## Data
==========

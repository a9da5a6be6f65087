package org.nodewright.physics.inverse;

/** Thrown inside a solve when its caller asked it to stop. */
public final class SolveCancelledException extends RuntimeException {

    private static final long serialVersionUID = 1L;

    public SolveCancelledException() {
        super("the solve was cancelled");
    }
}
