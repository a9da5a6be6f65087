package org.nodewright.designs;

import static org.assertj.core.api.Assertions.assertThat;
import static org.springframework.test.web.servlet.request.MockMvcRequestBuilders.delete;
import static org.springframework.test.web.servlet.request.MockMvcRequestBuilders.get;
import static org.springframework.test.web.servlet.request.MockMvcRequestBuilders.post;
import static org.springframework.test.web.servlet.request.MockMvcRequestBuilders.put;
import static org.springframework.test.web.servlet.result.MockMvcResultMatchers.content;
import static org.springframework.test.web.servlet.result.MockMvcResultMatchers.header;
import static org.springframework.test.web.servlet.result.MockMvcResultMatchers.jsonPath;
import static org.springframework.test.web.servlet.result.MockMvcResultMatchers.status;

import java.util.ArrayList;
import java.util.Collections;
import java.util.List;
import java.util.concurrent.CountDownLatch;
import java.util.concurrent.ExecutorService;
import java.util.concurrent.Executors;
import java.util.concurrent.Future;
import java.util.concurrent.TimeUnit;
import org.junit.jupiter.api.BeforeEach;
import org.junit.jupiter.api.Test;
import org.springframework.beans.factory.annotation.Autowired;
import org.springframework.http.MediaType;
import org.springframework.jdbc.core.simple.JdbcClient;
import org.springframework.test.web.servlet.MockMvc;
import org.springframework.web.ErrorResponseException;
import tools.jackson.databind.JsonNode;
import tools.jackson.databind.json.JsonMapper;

==========

## Your goal
Make a copy of each line in the records that has the word "concurrent".

## Worked solution
import java.util.concurrent.CountDownLatch;
import java.util.concurrent.ExecutorService;
import java.util.concurrent.Executors;
import java.util.concurrent.Future;
import java.util.concurrent.TimeUnit;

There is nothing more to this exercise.